[DATA Boundary: Start]

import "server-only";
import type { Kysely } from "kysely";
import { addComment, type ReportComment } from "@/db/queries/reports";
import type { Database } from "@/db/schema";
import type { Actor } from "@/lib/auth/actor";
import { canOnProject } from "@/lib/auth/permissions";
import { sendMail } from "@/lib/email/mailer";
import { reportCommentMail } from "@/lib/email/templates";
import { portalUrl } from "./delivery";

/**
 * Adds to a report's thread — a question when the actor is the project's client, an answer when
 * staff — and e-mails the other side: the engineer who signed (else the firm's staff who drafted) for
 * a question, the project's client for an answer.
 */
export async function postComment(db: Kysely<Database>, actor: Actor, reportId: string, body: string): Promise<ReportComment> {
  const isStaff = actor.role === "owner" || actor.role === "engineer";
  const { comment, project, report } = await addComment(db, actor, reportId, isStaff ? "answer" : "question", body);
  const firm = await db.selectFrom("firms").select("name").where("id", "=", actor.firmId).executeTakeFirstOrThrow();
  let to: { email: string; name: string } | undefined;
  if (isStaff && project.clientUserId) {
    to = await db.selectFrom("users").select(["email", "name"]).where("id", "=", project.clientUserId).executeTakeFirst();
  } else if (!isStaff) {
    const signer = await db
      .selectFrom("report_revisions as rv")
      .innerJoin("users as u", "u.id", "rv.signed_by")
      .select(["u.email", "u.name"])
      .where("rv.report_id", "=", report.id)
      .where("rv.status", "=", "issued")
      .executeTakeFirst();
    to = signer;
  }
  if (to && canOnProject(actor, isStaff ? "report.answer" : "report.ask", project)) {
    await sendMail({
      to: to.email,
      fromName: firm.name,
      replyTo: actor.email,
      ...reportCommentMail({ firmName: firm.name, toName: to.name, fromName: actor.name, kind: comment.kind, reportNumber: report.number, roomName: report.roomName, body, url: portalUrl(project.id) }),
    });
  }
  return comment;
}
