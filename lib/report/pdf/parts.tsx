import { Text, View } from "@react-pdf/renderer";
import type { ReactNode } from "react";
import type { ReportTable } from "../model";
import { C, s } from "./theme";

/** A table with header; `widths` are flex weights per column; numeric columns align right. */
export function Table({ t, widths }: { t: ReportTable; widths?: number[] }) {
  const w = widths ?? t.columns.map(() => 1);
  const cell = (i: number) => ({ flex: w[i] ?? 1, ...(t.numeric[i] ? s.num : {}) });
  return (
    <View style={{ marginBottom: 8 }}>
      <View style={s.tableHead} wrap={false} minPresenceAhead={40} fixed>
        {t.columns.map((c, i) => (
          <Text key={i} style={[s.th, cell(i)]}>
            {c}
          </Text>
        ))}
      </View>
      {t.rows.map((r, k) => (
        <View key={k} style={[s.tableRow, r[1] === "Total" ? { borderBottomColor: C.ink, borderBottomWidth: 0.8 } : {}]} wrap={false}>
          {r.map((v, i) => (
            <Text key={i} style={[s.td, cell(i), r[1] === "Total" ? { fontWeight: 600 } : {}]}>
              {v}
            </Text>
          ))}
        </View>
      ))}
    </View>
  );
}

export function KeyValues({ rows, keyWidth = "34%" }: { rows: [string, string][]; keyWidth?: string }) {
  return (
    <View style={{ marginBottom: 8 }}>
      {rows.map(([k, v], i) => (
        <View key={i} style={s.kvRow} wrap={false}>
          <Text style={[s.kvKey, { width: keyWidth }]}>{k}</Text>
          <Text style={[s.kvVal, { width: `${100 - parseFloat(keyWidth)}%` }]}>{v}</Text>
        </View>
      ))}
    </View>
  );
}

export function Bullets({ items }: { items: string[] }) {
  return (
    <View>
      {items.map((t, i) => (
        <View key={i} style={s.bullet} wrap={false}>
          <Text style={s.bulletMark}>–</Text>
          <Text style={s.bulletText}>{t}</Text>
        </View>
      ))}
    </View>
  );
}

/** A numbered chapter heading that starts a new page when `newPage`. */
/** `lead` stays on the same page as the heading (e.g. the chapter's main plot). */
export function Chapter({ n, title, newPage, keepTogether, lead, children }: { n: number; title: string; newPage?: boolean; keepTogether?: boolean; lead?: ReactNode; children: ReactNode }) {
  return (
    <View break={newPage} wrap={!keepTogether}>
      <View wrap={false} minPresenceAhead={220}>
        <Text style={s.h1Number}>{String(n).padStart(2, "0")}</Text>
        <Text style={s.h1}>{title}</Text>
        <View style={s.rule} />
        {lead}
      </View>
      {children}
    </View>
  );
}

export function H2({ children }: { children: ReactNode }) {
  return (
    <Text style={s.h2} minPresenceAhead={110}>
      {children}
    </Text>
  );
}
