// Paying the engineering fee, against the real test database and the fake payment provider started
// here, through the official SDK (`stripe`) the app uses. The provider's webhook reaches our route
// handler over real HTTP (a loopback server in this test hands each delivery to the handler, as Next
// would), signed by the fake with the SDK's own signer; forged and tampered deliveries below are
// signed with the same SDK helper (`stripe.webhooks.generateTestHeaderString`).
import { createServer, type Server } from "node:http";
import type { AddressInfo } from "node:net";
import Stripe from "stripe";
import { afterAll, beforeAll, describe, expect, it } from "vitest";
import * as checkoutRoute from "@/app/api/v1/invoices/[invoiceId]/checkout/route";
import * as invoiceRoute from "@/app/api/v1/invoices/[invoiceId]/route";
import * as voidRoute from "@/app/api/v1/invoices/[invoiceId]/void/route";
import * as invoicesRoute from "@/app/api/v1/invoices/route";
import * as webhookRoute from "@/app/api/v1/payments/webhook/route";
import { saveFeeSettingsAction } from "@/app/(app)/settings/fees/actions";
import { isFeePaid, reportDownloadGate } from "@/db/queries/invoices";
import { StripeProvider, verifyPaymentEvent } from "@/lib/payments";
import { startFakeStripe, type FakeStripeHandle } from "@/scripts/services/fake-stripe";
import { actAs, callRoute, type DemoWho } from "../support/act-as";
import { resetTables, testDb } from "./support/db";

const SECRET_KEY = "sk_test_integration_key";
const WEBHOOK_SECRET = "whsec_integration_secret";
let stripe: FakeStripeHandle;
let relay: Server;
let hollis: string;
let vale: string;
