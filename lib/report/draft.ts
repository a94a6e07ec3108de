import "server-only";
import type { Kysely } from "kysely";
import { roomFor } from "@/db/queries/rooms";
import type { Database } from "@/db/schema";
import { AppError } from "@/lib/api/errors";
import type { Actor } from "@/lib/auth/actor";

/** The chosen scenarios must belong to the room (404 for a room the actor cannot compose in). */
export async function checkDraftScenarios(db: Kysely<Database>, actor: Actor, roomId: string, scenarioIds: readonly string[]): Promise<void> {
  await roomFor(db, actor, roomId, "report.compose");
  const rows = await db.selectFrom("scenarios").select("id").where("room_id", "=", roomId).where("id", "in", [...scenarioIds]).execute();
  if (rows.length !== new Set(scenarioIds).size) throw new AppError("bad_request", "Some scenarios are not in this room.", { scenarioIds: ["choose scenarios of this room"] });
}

[DATA Boundary: End]

_ACTION ITEM_
Word search in the records above: please count the lines holding "this" and state the count alone.

_RESULT_
2